Consumers got new credit protections Oct. 1 when the Fair Credit Reporting Act went into effect. Here are the main points of the new law:
Credit bureaus have a 30-day deadline for fixing mistakes in credit reports, with consumers to be given written results within five days of completion of the investigation.
Creditors -- not just credit-reporting bureaus-- have new obligations to provide accurate information or correct errors.
No credit reports may be ordered by employers on job applicants without their written permission.
Toll-free phone lines with humans, not just recordings, must be available to consumers calling credit bureaus during business hours.
Any consumer report that contains personal medical information can only be released with the consumer's consent.
Consumers can call toll-free numbers to remove themselves from lists used by credit-card companies and some direct marketers to solicit them by mail. The special "opt-out" numbers are: Equifax, (800) 556-4711; Experian (formerly TRW), (800) 353-0809; Trans Union, (800) 680-7293. You need only call one, the Federal Trade Commission says.
Credit reports, formerly free when consumers were denied credit, insurance or employment, now are free for denial of a larger variety of services, such as a bank account or an apartment. People not denied credit will have to pay no more than $8 for a report.
Forget Roth if couple files separately
A lot has been written about Roth IRAs, the terrific new kind of individual retirement account that will be available next year -- but there's a little quirk in them that hasn't been publicized.
To refresh: The Roth is an IRA into which you can put up to $2,000 a year, leave the money for at least five years and until you are over 59 1/2 , then withdraw, tax free, what you put in plus the earnings. The contribution is not tax-deductible when you put it in, only when you take it out.
As has been amply reported, a couple filing jointly can put a total of $4,000 a year into a Roth IRA if they have adjusted gross income up to $150,000, or can make a reduced contribution on income up to $160,000. A single person with an income up to $95,000 can deposit $2,000, and a reduced amount on up to $100,000 in income.

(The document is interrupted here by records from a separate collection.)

//! Published values of waveforms that standards give as formulas: a current source with the
//! formula, and the readings that the standards define on it.
//!
//! The tight test holds each reading to the exact value of the formula, within the bound that
//! the program states and 1e-9; the loose one to the nominal value of the standard. All
//! formulas here are *from memory*: that they give the nominal values they must give is the
//! evidence for their constants. Levels that were read say so.

use pulsewright_tests::{fire, reading};

struct Check {
    /// A reading of `wave`, the current, written out.
    reading: &'static str,
    /// Nominal, in SI units, with the digits given there.
    nominal: f64,
    /// Relative: how closely the formula meets it.
    tolerance: f64,
    /// Exact for the formula.
    exact: f64,
}

const fn row(reading: &'static str, nominal: f64, tolerance: f64, exact: f64) -> Check {
    Check {
        reading,
        nominal,
        tolerance,
        exact,
    }
}

/// Fires `formula` (a current in amperes) into 1 ohm over `span`.
fn check(source: &str, formula: &str, span: &str, checks: &[Check]) {
    let mut text = format!(
        "current gun from ground to a = {formula}
         resistor shunt from a to ground = 1 ohm
         signal wave = current through shunt
         span {span}\n"
    );
    for (k, c) in checks.iter().enumerate() {
        text += &format!("reading r{k} = {}\n", c.reading);
    }
    let fired = fire(&text);
    for (k, c) in checks.iter().enumerate() {
        let got = reading(&fired, &format!("r{k}"));
        let loose = c.tolerance * c.nominal.abs() + got.bound;
        assert!(
            (got.value - c.nominal).abs() <= loose,
            "{}: {} for a nominal {} ({source})",
            c.reading,
            got.value,
            c.nominal
        );
        let off = (got.value - c.exact).abs();
        let tight = got.bound + 1e-9 * c.exact.abs();
        assert!(
            off <= tight,
            "{}: {} for an exact {}: off by {off:.2e}, stated {:.2e}",
            c.reading,
            got.value,
            c.exact,
            got.bound
        );
    }
}

const FRONT_30: &str = "front time of wave from 30 % to 90 %";
const HALF_30: &str = "time to half value of wave with front from 30 % to 90 %";
const FRONT_10: &str = "front time of wave from 10 % to 90 %";
const HALF_10: &str = "time to half value of wave with front from 10 % to 90 %";
const CREST: &str = "highest wave";
const ACTION: &str = "action of shunt";

/// Components of the lightning threat to aircraft, two exponentials each.
const COMPONENTS: &str = "MIL-STD-464 and SAE ARP5412 (from memory)";

#[test]
fn lightning_component_a() {
    check(
        COMPONENTS,
        "218810 A * (exp(-t * 11354 Hz) - exp(-t * 647265 Hz))",
        "2 ms",
        &[
            row(CREST, 200e3, 1e-4, 199999.872645),
            row(ACTION, 2e6, 1e-4, 2000008.04558),
            row("steepest wave", 1.4e11, 0.007, 139143685910.0),
        ],
    );
}

#[test]
fn lightning_component_b() {
    check(
        COMPONENTS,
        "11300 A * (exp(-t * 700 Hz) - exp(-t * 2000 Hz))",
        "5 ms",
        &[row("charge through shunt", 10.0, 0.001, 10.0056416058)],
    );
}

#[test]
fn lightning_component_d() {
    check(
        COMPONENTS,
        "109405 A * (exp(-t * 22708 Hz) - exp(-t * 1.29453e6 Hz))",
        "1 ms",
        &[
            row(CREST, 100e3, 1e-4, 99999.9363225),
            row(ACTION, 0.25e6, 1e-4, 250001.005698),
        ],
    );
}

#[test]
fn lightning_component_h() {
    check(
        COMPONENTS,
        "10572 A * (exp(-t * 187191 Hz) - exp(-t * 19.1051e6 Hz))",
        "20 us",
        &[
            row(CREST, 10e3, 1e-4, 10000.0792114),
            row("steepest wave", 2e11, 1e-4, 200000133948.0),
        ],
    );
}

/// The first positive stroke: 10/350 us, 100 C, 10 MJ/ohm.
#[test]
fn lightning_first_positive_stroke() {
    check(
        "IEC 62305-1:2010 annex B, formula from memory; 200 kA, 100 C, 10 MJ/ohm in a protection guide of 2014, sec. 2.6 (source read)",
        "200 kA / 0.93 * (t / 19 us)^10 / (1 + (t / 19 us)^10) * exp(-t / 485 us)",
        "12 ms",
        &[
            row(CREST, 200e3, 0.002, 200254.171678),
            row("charge through shunt", 100.0, 0.005, 100.231409864),
            row(ACTION, 10e6, 0.03, 10275326.5737),
            row(FRONT_10, 10e-6, 0.005, 9.98017125441e-06),
            row(HALF_10, 350e-6, 0.02, 0.000356570596973),
        ],
    );
}

#[test]
fn lightning_subsequent_stroke() {
    check(
        "IEC 62305-1:2010 annex B (from memory)",
        "50 kA / 0.993 * (t / 0.454 us)^10 / (1 + (t / 0.454 us)^10) * exp(-t / 143 us)",
        "1 ms",
        &[
            row(CREST, 50e3, 0.001, 49988.074735),
            row(FRONT_10, 0.25e-6, 0.005, 2.49325349167e-07),
            row(HALF_10, 100e-6, 0.003, 9.98193558136e-05),
        ],
    );
}

const IEEE: &str = "IEEE C62.41.2-2002, waveform equations (from memory)";

#[test]
fn a_1_2_50_voltage() {
    check(
        IEEE,
        "1.037 A * (1 - exp(-t / 0.4074 us)) * exp(-t / 68.22 us)",
        "300 us",
        &[
            row(CREST, 1.0, 0.001, 0.99976223844),
            row(FRONT_30, 1.2e-6, 0.005, 1.19985720559e-06),
            row(HALF_30, 50e-6, 0.001, 5.00018173572e-05),
        ],
    );
}

#[test]
fn an_8_20_current() {
    check(
        IEEE,
        "0.01243 A * (t / 1 us)^3 * exp(-t / 3.911 us)",
        "150 us",
        &[
            row(CREST, 1.0, 0.001, 0.999573870684),
            row(FRONT_10, 8e-6, 0.005, 8.02269632166e-06),
            row(HALF_10, 20e-6, 0.005, 1.99382308894e-05),
        ],
    );
}

#[test]
fn a_10_1000_wave() {
    check(
        IEEE,
        "1.019 A * (1 - exp(-t / 3.827 us)) * exp(-t / 1404 us)",
        "6 ms",
        &[
            row(FRONT_10, 10e-6, 0.001, 1.00005617538e-05),
            row(HALF_10, 1e-3, 0.001, 0.0010002139312),
        ],
    );
}

#[test]
fn a_ring_wave() {
    check(
        IEEE,
        "1.590 A * (1 - exp(-t / 0.533 us)) * exp(-t / 9.788 us) * cos(2 * pi * 100 kHz * t)",
        "60 us",
        &[
            row(CREST, 1.0, 0.001, 1.0000870604),
            row(
                "rise of wave from 10 % to 90 %",
                0.5e-6,
                0.001,
                4.99904718479e-07,
            ),
            row(
                "highest wave between 7 us and 13 us / abs(lowest wave between 2 us and 8 us)",
                0.6,
                0.001,
                0.600079448208,
            ),
        ],
    );
}

#[test]
fn a_fast_transient() {
    check(
        IEEE,
        "1.270 A * (1 - exp(-t / 3.5 ns)) * exp(-t / 55.6 ns)",
        "500 ns",
        &[
            row(
                "rise of wave from 10 % to 90 %",
                5e-9,
                0.001,
                5.00193199164e-09,
            ),
            row("width of wave at 50 %", 50e-9, 0.001, 4.99976009535e-08),
        ],
    );
}

/// The third edition's formula with a power that is no whole number.
#[test]
fn the_surge_formula_of_the_third_edition() {
    check(
        "IEC 61000-4-5:2014, informative annex (from memory)",
        "0.94 A * exp(0.356 / 65.845 * (1.852 * 65.845 / 0.356)^(1 / 1.852)) \
         * (t / 0.356 us)^1.852 / (1 + (t / 0.356 us)^1.852) * exp(-t / 65.845 us)",
        "300 us",
        &[
            row(CREST, 1.0, 0.001, 1.00028189046),
            row(FRONT_30, 1.2e-6, 0.01, 1.19549152646e-06),
            row(HALF_30, 50e-6, 0.01, 5.00034050832e-05),
        ],
    );
}

const KUFFEL: &str = "E. Kuffel, W. S. Zaengl, J. Kuffel, High Voltage Engineering, 2nd ed., table of time constants (from memory)";

/// Two exponentials whose measures a handbook states: front by 1.67 times 30 % to 90 %.
#[test]
fn double_exponentials_of_a_handbook() {
    let rows = [
        (
            "68.2 us",
            "0.405 us",
            "400 us",
            1.2e-6,
            50e-6,
            1.20228531754e-06,
            4.9987938377e-05,
            0.003,
        ),
        (
            "3.48 us",
            "0.80 us",
            "40 us",
            1.2e-6,
            5e-6,
            1.2020944572e-06,
            4.99726475852e-06,
            0.003,
        ),
        (
            "284 us",
            "0.381 us",
            "1.5 ms",
            1.2e-6,
            200e-6,
            1.20247027546e-06,
            0.000199983876651,
            0.003,
        ),
        (
            "2877 us",
            "104 us",
            "15 ms",
            250e-6,
            2500e-6,
            0.000251347538642,
            0.00250138228735,
            0.006,
        ),
    ];
    for (tail, front, span, t1, t2, exact1, exact2, tolerance) in rows {
        let formula = format!("1 A * (exp(-t / {tail}) - exp(-t / {front}))");
        let rise = "1.67 * rise of wave from 30 % to 90 %";
        check(
            KUFFEL,
            &formula,
            span,
            &[
                row(rise, t1, tolerance, exact1),
                row(HALF_30, t2, tolerance, exact2),
            ],
        );
    }
}

/// The switching impulse is defined by its time to crest.
#[test]
fn a_switching_impulse() {
    check(
        "IEC 60060-1 by handbooks (from memory)",
        "1 A * (exp(-t / 3155 us) - exp(-t / 62.48 us))",
        "15 ms",
        &[
            row("time of highest wave", 250e-6, 1e-4, 0.000249990831458),
            row(
                "time wave last falls through 50 % of largest",
                2500e-6,
                1e-4,
                0.00249997713807,
            ),
        ],
    );
}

But here's the quirk: A married couple filing separate tax returns does not qualify for the Roth unless each has income of less than $15,000! It's an anomaly that the investment industry is trying to get Congress to reconsider if it files a bill making technical corrections to the tax act. Such bills are often proposed to iron out problems noticed after legislation is passed.

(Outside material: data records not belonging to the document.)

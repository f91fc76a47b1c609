//! The circuit as understood: let-values, parts, schedules, what is read and claimed, cases,
//! defaults taken. What stands in the file as an expression stands here with its number too.
//!
//! ```text
//! parts
//!   capacitor  bank   top to ground  32 uF, tolerance 5 %, charged to bank_v (4.7 kV)
//!   switch     fire   top to mid     open; closes at 1 us
//! ```

mod parts;

use self::parts::{nodes, part};
use super::{Align, Cell, Grid};
use crate::look::{Look, Tone, heading, paragraph};
use crate::number::quantity;
use pulsewright_circuit::draft::{Claim, Named};
use pulsewright_circuit::expr::{Expr, ExprKind};
use pulsewright_circuit::spread::Value;
use pulsewright_circuit::{Circuit, LetValue, Lets};

/// What `list` prints. `lets` are the let-values' numbers in the case that is listed, `cases`
/// how many cases there are.
#[must_use]
pub fn list(circuit: &Circuit, lets: &Lets, cases: usize, look: Look) -> String {
    let (mut out, draft) = (String::new(), circuit.draft());
    if let Some(title) = &draft.title {
        paragraph(&mut out, look, 0, title, Tone::Heading);
    }
    let numbers = Numbers { circuit, lets };
    let_values(&mut out, look, &numbers, cases);
    parts(&mut out, look, &numbers);
    nodes(&mut out, look, &draft.parts);
    named(&mut out, look, "signals", &draft.signals);
    named(&mut out, look, "readings", &draft.readings);
    claims(&mut out, look, &draft.claims);
    channels(&mut out, look, circuit);
    notes(&mut out, look, &draft.notes);
    super::fire::defaults(&mut out, look, &circuit.defaults());
    out
}

/// Puts numbers beside expressions.
pub(super) struct Numbers<'a> {
    circuit: &'a Circuit,
    lets: &'a Lets,
}

impl Numbers<'_> {
    /// An expression as written, with its number after it where it is more than a number.
    pub(super) fn with_number(&self, expr: &Expr) -> String {
        let text = expr.to_string();
        match self.number(expr).filter(|_| !is_plain(expr)) {
            Some(number) => format!("{text} ({number})"),
            None => text,
        }
    }

    /// The number of an expression of let-values, or the circuit word it stands for.
    fn number(&self, expr: &Expr) -> Option<String> {
        if let ExprKind::Name(name) = &expr.kind {
            return self.lets.get(name).map(let_value);
        }
        let value = self.circuit.value(self.lets, expr).ok()?;
        Some(quantity(value, &self.circuit.dimension(expr).unit()))
    }
}

fn let_value(value: &LetValue) -> String {
    match value {
        LetValue::Number { value, dimension } => quantity(*value, &dimension.unit()),
        LetValue::Open => "open circuit".to_owned(),
        LetValue::Short => "short circuit".to_owned(),
    }
}

fn let_values(out: &mut String, look: Look, numbers: &Numbers<'_>, cases: usize) {
    let draft = numbers.circuit.draft();
    if draft.lets.is_empty() {
        return;
    }
    heading(out, look, "let-values", Tone::Heading);
    let varied = |name: &str| {
        draft
            .cases
            .iter()
            .any(|c| c.names.iter().any(|n| n.text == name))
    };
    let mut grid = Grid::new([Align::Left, Align::Point, Align::Text]);
    for entry in &draft.lets {
        let value = numbers
            .lets
            .get(&entry.name.text)
            .map_or_else(String::new, let_value);
        let varies = varied(&entry.name.text).then(|| "varied by the cases".to_owned());
        let words: Vec<String> = written(&entry.value).into_iter().chain(varies).collect();
        grid.row([
            entry.name.text.as_str().into(),
            value.into(),
            words.join(", ").into(),
        ]);
    }
    grid.write(out, look);
    if !draft.cases.is_empty() {
        paragraph(out, look, 2, &format!("{cases} cases"), Tone::Plain);
    }
}

/// What stands in the file beside a plain number: an expression, a spread.
fn written(value: &Value) -> Option<String> {
    let plain = is_plain(&value.nominal);
    let spread = value.spread.as_ref().map(ToString::to_string);
    if plain {
        spread
    } else {
        Some(value.to_string())
    }
}

fn is_plain(expr: &Expr) -> bool {
    matches!(
        expr.kind,
        ExprKind::Number { .. } | ExprKind::OpenCircuit | ExprKind::ShortCircuit
    )
}

fn parts(out: &mut String, look: Look, numbers: &Numbers<'_>) {
    heading(
        out,
        look,
        "parts: the reference direction is from the first node to the second",
        Tone::Heading,
    );
    let mut grid = Grid::new([Align::Left, Align::Left, Align::Left, Align::Text]);
    for entry in &numbers.circuit.draft().parts {
        let [between, text] = part(numbers, entry);
        grid.row([
            Cell::from(entry.kind.word()),
            entry.name.text.as_str().into(),
            between.into(),
            text.into(),
        ]);
    }
    grid.write(out, look);
}

fn named(out: &mut String, look: Look, title: &str, list: &[Named]) {
    if list.is_empty() {
        return;
    }
    heading(out, look, title, Tone::Heading);
    let mut grid = Grid::new([Align::Left, Align::Text]);
    for entry in list {
        grid.row([
            entry.name.text.as_str().into(),
            entry.value.to_string().into(),
        ]);
    }
    grid.write(out, look);
}

fn claims(out: &mut String, look: Look, claims: &[Claim]) {
    if claims.is_empty() {
        return;
    }
    heading(out, look, "claims", Tone::Heading);
    let mut grid = Grid::new([Align::Left, Align::Text]);
    for claim in claims {
        grid.row([
            claim.name.text.as_str().into(),
            claim_in_words(claim).into(),
        ]);
    }
    grid.write(out, look);
}

fn claim_in_words(claim: &Claim) -> String {
    let mut text = format!("{} {}", claim.reading, claim.relation);
    for condition in &claim.when {
        text.push_str(&format!(", when {condition}"));
    }
    if let Some(amount) = &claim.allowing {
        text.push_str(&format!(", allowing {amount}"));
    }
    if !claim.answers.is_empty() {
        text.push_str(&format!("; answers {}", claim.answers.join(", ")));
    }
    text
}

fn channels(out: &mut String, look: Look, circuit: &Circuit) {
    let channels: Vec<String> = circuit.channels().iter().map(ToString::to_string).collect();
    if !channels.is_empty() {
        heading(out, look, "channels", Tone::Heading);
        paragraph(out, look, 2, &channels.join(", "), Tone::Plain);
    }
}

fn notes(out: &mut String, look: Look, notes: &[String]) {
    if notes.is_empty() {
        return;
    }
    heading(out, look, "notes", Tone::Heading);
    for note in notes {
        paragraph(out, look, 2, note, Tone::Plain);
    }
}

A mailbox is as dangerous as a phone
While you were guarding your telephone against scam offers, one came in the mail.
Law enforcement has been focusing on telemarketing fraud and Internet scams, but regular mail "is still a favorite medium for con artists," says Jodie Bernstein, director of the Bureau of Consumer Protection at the Federal Trade Commission.
Thus the FTC, the Postal Inspection Service, the National Association of Attorneys General, and the American Association of Retired Persons havelaunched "Project Mailbox," to collect and review direct mail for future possible prosecution or other enforcement action.
Kenneth Hunter, chief U.S. postal inspector, said scam victims often are older people who fall for dishonest sweepstakes, guaranteed-prize schemes, crooked charities, foreign lotteries and medical scams.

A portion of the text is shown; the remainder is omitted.